Start of Available records

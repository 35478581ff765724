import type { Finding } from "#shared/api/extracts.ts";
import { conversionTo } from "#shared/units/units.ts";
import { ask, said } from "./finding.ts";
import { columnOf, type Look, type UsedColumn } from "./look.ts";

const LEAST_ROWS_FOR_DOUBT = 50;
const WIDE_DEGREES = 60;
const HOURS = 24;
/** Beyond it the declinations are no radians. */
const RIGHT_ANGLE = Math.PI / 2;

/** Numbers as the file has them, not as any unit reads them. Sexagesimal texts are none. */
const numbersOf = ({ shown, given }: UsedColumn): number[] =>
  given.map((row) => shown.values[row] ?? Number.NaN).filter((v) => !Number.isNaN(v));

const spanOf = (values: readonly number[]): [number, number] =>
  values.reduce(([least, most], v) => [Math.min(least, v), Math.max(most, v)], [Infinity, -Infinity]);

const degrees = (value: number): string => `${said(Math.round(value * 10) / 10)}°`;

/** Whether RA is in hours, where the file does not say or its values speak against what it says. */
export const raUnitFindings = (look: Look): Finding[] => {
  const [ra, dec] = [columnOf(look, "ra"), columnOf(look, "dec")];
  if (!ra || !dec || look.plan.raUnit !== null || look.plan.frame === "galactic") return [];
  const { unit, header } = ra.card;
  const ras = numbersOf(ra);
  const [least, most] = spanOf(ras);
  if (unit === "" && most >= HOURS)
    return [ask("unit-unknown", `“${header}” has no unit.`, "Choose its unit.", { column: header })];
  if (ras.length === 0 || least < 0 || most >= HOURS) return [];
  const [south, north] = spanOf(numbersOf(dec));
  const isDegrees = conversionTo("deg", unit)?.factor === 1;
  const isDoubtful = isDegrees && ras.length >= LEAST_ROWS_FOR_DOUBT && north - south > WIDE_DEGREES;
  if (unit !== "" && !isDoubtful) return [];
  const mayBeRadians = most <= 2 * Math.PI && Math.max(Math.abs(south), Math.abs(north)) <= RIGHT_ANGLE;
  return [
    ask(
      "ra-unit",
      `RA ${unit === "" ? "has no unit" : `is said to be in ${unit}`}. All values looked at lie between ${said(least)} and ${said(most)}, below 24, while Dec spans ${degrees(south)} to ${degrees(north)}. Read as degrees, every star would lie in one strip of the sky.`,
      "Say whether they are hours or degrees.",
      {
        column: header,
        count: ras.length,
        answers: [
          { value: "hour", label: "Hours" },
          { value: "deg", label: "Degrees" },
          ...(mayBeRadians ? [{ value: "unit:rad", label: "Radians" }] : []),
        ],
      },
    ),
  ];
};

End of Available records

*Task requirements*
Repeat exactly the lines above, starting with the first line of the records and finishing with the line holding "const spanOf = (values: readonly". Add no other line.

*Task answer*
repository 35478581ff765724
import type { Finding } from "#shared/api/extracts.ts";
import { conversionTo } from "#shared/units/units.ts";
import { ask, said } from "./finding.ts";
import { columnOf, type Look, type UsedColumn } from "./look.ts";

const LEAST_ROWS_FOR_DOUBT = 50;
const WIDE_DEGREES = 60;
const HOURS = 24;
/** Beyond it the declinations are no radians. */
const RIGHT_ANGLE = Math.PI / 2;

/** Numbers as the file has them, not as any unit reads them. Sexagesimal texts are none. */
const numbersOf = ({ shown, given }: UsedColumn): number[] =>
  given.map((row) => shown.values[row] ?? Number.NaN).filter((v) => !Number.isNaN(v));

const spanOf = (values: readonly number[]): [number, number] =>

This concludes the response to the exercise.